Problem description: Only lines containing the string "LinkBudget" belong in the answer; copy all of them from the entries.

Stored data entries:
'''
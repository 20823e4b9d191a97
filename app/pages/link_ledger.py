"""Link Ledger page: one band's link scenario, its ledger, and the per-element P1dB it implies.

The inputs are spin boxes built from the study schema (unit as suffix, range from the field's
``FieldSpec``); every change is one :meth:`StudyController.set_field` call marked mergeable, so
a spin-box drag is one undo step. The ledger itself is computed by :mod:`core.link_plan`;
selecting a line asks the Derivation dock to show how it was computed.
"""

from __future__ import annotations

import dataclasses
from typing import Any

from PySide6.QtCore import QAbstractTableModel, QModelIndex, QPersistentModelIndex, Qt
from PySide6.QtGui import QBrush, QColor, QFont
from PySide6.QtWidgets import (
    QAbstractItemView,
    QAbstractSpinBox,
    QComboBox,
    QDoubleSpinBox,
    QFormLayout,
    QGroupBox,
    QHBoxLayout,
    QHeaderView,
    QLabel,
    QPushButton,
    QScrollArea,
    QSpinBox,
    QTableView,
    QVBoxLayout,
    QWidget,
)

from app.controller import StudyController
from core.link import LineItem, LinkBudget
from core.link_plan import band_ledger, ledger_derivation
from core.schema import FieldSpec
from core.study.model import LinkScenario, Polarization

__all__ = ["INPUT_GROUPS", "LedgerTableModel", "LinkLedgerPage"]

Index = QModelIndex | QPersistentModelIndex

#: Input groups of the form, in the ledger's own terms (LinkScenario field names).
INPUT_GROUPS: tuple[tuple[str, tuple[str, ...]], ...] = (
    ("Transmit", ("n_elements", "element_gain_dbi", "feed_loss_db", "scan_loss_db", "backoff_db")),
    (
        "Path",
        (
            "distance_m",
            "extra_loss_db",
            "rain_rate_mm_h",
            "polarization",
            "pressure_hpa",
            "temperature_c",
            "water_vapour_g_m3",
        ),
    ),
    (
        "Receive",
        (
            "bandwidth_mhz",
            "noise_figure_db",
            "required_snr_db",
            "implementation_margin_db",
            "rx_antenna_gain_dbi",
        ),
    ),
    ("Margin", ("fade_margin_db",)),
)

CAUTION_TEXT = (
    "⚠ <b>Caution.</b> RF exposure, transmit power and emission limits are set by local "
    "regulation. The EIRP and compliance distance here are far-field estimates for planning; "
    "defer to the applicable regulation and to licensed practice."
)

_DECIMALS = {"m": 1, "mm/h": 1, "hPa": 2, "°C": 1, "g/m³": 2, "MHz": 3}
_HEADER_BRUSH = QBrush(QColor("#e6e6e6"))
_SUBTOTAL_BRUSH = QBrush(QColor("#f4f4f4"))
_RESULT_BRUSH = QBrush(QColor("#dcebf5"))


def _spec(name: str) -> FieldSpec:
    return {f.name: f for f in dataclasses.fields(LinkScenario)}[name].metadata["spec"]


def _fmt_value(row: LineItem) -> str:
    if row.name == "Elements":
        return f"{row.value:.0f}"
    if row.unit == "GHz":
        return f"{row.value:.3f}"
    if row.unit in ("dB/km", "W", "m") or row.unit == "":
        return f"{row.value:.4g}"
    return f"{row.value:.2f}"


class LedgerTableModel(QAbstractTableModel):
    """Read-only ledger: group header rows, then the lines (name, value, unit, source)."""

    HEADERS = ("Line", "Value", "Unit", "Source")

    def __init__(self, parent: Any = None) -> None:
        super().__init__(parent)
        self.budget: LinkBudget | None = None
        #: One entry per row: a group name (header row) or a ledger line.
        self._rows: list[str | LineItem] = []

    def set_budget(self, budget: LinkBudget | None) -> None:
        self.beginResetModel()
        self.budget = budget
        self._rows = []
        if budget is not None:
            group = None
            for item in budget.items:
                if item.group != group:
                    group = item.group
                    self._rows.append(group)
                self._rows.append(item)
        self.endResetModel()

    def line(self, row: int) -> LineItem | None:
        """The ledger line shown in ``row`` (None for a group header)."""
        if 0 <= row < len(self._rows):
            entry = self._rows[row]
            return entry if isinstance(entry, LineItem) else None
        return None

    def row_of(self, name: str) -> int:
        for i, entry in enumerate(self._rows):
            if isinstance(entry, LineItem) and entry.name == name:
                return i
        raise KeyError(name)

    def rowCount(self, parent: Index = QModelIndex()) -> int:  # noqa: B008 - Qt signature
        return 0 if parent.isValid() else len(self._rows)

    def columnCount(self, parent: Index = QModelIndex()) -> int:  # noqa: B008
        return 0 if parent.isValid() else len(self.HEADERS)

    def headerData(self, section: int, orientation: Qt.Orientation, role: int = 0) -> Any:
        if (
            orientation == Qt.Orientation.Horizontal
            and role == Qt.ItemDataRole.DisplayRole
            and 0 <= section < len(self.HEADERS)
        ):
            return self.HEADERS[section]
        return None

    def data(self, index: Index, role: int = Qt.ItemDataRole.DisplayRole) -> Any:
        if not index.isValid() or not (0 <= index.row() < len(self._rows)):
            return None
        entry, col = self._rows[index.row()], index.column()
        if isinstance(entry, str):
            if role == Qt.ItemDataRole.DisplayRole:
                return entry if col == 0 else ""
            if role == Qt.ItemDataRole.BackgroundRole:
                return _HEADER_BRUSH
            if role == Qt.ItemDataRole.FontRole:
                font = QFont()
                font.setBold(True)
                return font
            return None
        subtotal = entry.source == "Subtotal" or entry.group == "Result"
        if role == Qt.ItemDataRole.DisplayRole:
            return (
                "    " + entry.name,
                _fmt_value(entry),
                entry.unit,
                entry.source,
            )[col]
        if role == Qt.ItemDataRole.ToolTipRole:
            return f"{entry.name} = {entry.formula}\nSource: {entry.source}"
        if role == Qt.ItemDataRole.TextAlignmentRole and col == 1:
            return int(Qt.AlignmentFlag.AlignRight | Qt.AlignmentFlag.AlignVCenter)
        if role == Qt.ItemDataRole.FontRole and subtotal:
            font = QFont()
            font.setBold(True)
            return font
        if role == Qt.ItemDataRole.BackgroundRole and subtotal:
            return _RESULT_BRUSH if entry.group == "Result" else _SUBTOTAL_BRUSH
        return None

    def flags(self, index: Index) -> Qt.ItemFlag:
        if not index.isValid():
            return Qt.ItemFlag.NoItemFlags
        if self.line(index.row()) is None:
            return Qt.ItemFlag.ItemIsEnabled
        return Qt.ItemFlag.ItemIsEnabled | Qt.ItemFlag.ItemIsSelectable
'''
Answer to this task:
from core.link import LineItem, LinkBudget
        self.budget: LinkBudget | None = None
    def set_budget(self, budget: LinkBudget | None) -> None:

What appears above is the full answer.